(RECORDS SHOWN)
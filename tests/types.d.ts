declare module 'wav-decoder' {
  interface Decoded {
    sampleRate: number;
    channelData: Float32Array[];
  }
  const WavDecoder: { decode: { sync(buffer: Uint8Array | ArrayBuffer): Decoded } };
  export default WavDecoder;
}
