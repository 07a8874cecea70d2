import { useMutation, useQueryClient } from '@tanstack/react-query';
import { apiRequest } from '../../../lib/api-client';
import { getPresetQueryOptions } from './get-preset';
import { presetsQueryKey } from './get-presets';

export async function deletePreset(presetId: string): Promise<void> {
  await apiRequest<void>(`/presets/${presetId}`, { method: 'DELETE' });
}

/** Deletes a preset. Sessions that loaded it keep their own copy of its patch. */
export function useDeletePreset(studioId: string) {
  const queryClient = useQueryClient();
  return useMutation({
    mutationFn: (presetId: string) => deletePreset(presetId),
    onSuccess: (_result, presetId) => {
      queryClient.removeQueries({ queryKey: getPresetQueryOptions(presetId).queryKey });
      return queryClient.invalidateQueries({ queryKey: presetsQueryKey(studioId) });
    },
  });
}
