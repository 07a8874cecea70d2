import type { MigrationInterface, QueryRunner } from 'typeorm';

/** A render's row says when its level is not what was asked for (true-peak ceiling, too short for loudness). */
export class RenderLevellingNote1764660000000 implements MigrationInterface {
  name = 'RenderLevellingNote1764660000000';

  async up(runner: QueryRunner): Promise<void> {
    await runner.query(`ALTER TABLE "renders" ADD COLUMN "levellingNote" varchar`);
  }

  async down(runner: QueryRunner): Promise<void> {
    await runner.query(`ALTER TABLE "renders" DROP COLUMN "levellingNote"`);
  }
}
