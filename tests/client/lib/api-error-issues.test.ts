import { describe, expect, it } from 'vitest';
import { apiErrorBody } from '../../../shared/api/error-body';
import { withFieldLabels } from '../../../src/lib/form-errors';
import { ApiRequestError } from '../../../src/lib/api-error';

describe('the client reads field problems from issues only', () => {
  it('takes the issues of a body as they are', () => {
    const issue = { field: 'string.tensionN', problem: 'must be > 0', got: '-5', message: 'string.tensionN must be > 0, got -5' };
    const error = ApiRequestError.fromBody(422, { error: { code: 'invalid_patch', message: issue.message, field: issue.field, issues: [issue] } });
    expect(error.issues).toEqual([issue]);
    expect(error.fieldMessage('string.tensionN')).toBe(issue.message);
  });

  it('invents no issue from a message that merely looks like "<field> <problem>"', () => {
    const error = ApiRequestError.fromBody(400, { error: { code: 'invalid', message: 'email must be an e-mail address', field: 'email' } });
    expect(error.issues).toEqual([]);
    expect(error.message).toBe('email must be an e-mail address');
  });

  it('a body built by the server’s own builder puts the label before a bare problem, and keeps a sentence of its own', () => {
    const wrong = ApiRequestError.fromBody(400, apiErrorBody(400, 'invalid', 'currentPassword is wrong', 'currentPassword'));
    const labelled = withFieldLabels(wrong, { currentPassword: 'Current password' }) as ApiRequestError;
    expect(labelled.issues.map((issue) => issue.problem)).toEqual(['Current password is wrong']);

    const used = ApiRequestError.fromBody(409, apiErrorBody(409, 'conflict', 'This invitation has already been used', 'token'));
    expect((withFieldLabels(used, { token: 'Invitation link' }) as ApiRequestError).issues.map((issue) => issue.problem)).toEqual(['This invitation has already been used']);
  });
});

(WHAT IS NEEDED)
Search the listing above for the lines with "sync(buffer: Uint8Array |" and "it('takes the issues", then output those lines and all lines between them exactly.

(ANSWER TO THE PROBLEM)
  const WavDecoder: { decode: { sync(buffer: Uint8Array | ArrayBuffer): Decoded } };
  export default WavDecoder;
}
repository 07a8874cecea70d2
import { useMutation, useQueryClient } from '@tanstack/react-query';
import { apiRequest } from '../../../lib/api-client';
import { getPresetQueryOptions } from './get-preset';
import { presetsQueryKey } from './get-presets';

export async function deletePreset(presetId: string): Promise<void> {
  await apiRequest<void>(`/presets/${presetId}`, { method: 'DELETE' });
}

/** Deletes a preset. Sessions that loaded it keep their own copy of its patch. */
export function useDeletePreset(studioId: string) {
  const queryClient = useQueryClient();
  return useMutation({
    mutationFn: (presetId: string) => deletePreset(presetId),
    onSuccess: (_result, presetId) => {
      queryClient.removeQueries({ queryKey: getPresetQueryOptions(presetId).queryKey });
      return queryClient.invalidateQueries({ queryKey: presetsQueryKey(studioId) });
    },
  });
}
repository 07a8874cecea70d2
import type { MigrationInterface, QueryRunner } from 'typeorm';

/** A render's row says when its level is not what was asked for (true-peak ceiling, too short for loudness). */
export class RenderLevellingNote1764660000000 implements MigrationInterface {
  name = 'RenderLevellingNote1764660000000';

  async up(runner: QueryRunner): Promise<void> {
    await runner.query(`ALTER TABLE "renders" ADD COLUMN "levellingNote" varchar`);
  }

  async down(runner: QueryRunner): Promise<void> {
    await runner.query(`ALTER TABLE "renders" DROP COLUMN "levellingNote"`);
  }
}
filename tests/client/lib/api-error-issues.test.ts
import { describe, expect, it } from 'vitest';
import { apiErrorBody } from '../../../shared/api/error-body';
import { withFieldLabels } from '../../../src/lib/form-errors';
import { ApiRequestError } from '../../../src/lib/api-error';

describe('the client reads field problems from issues only', () => {
  it('takes the issues of a body as they are', () => {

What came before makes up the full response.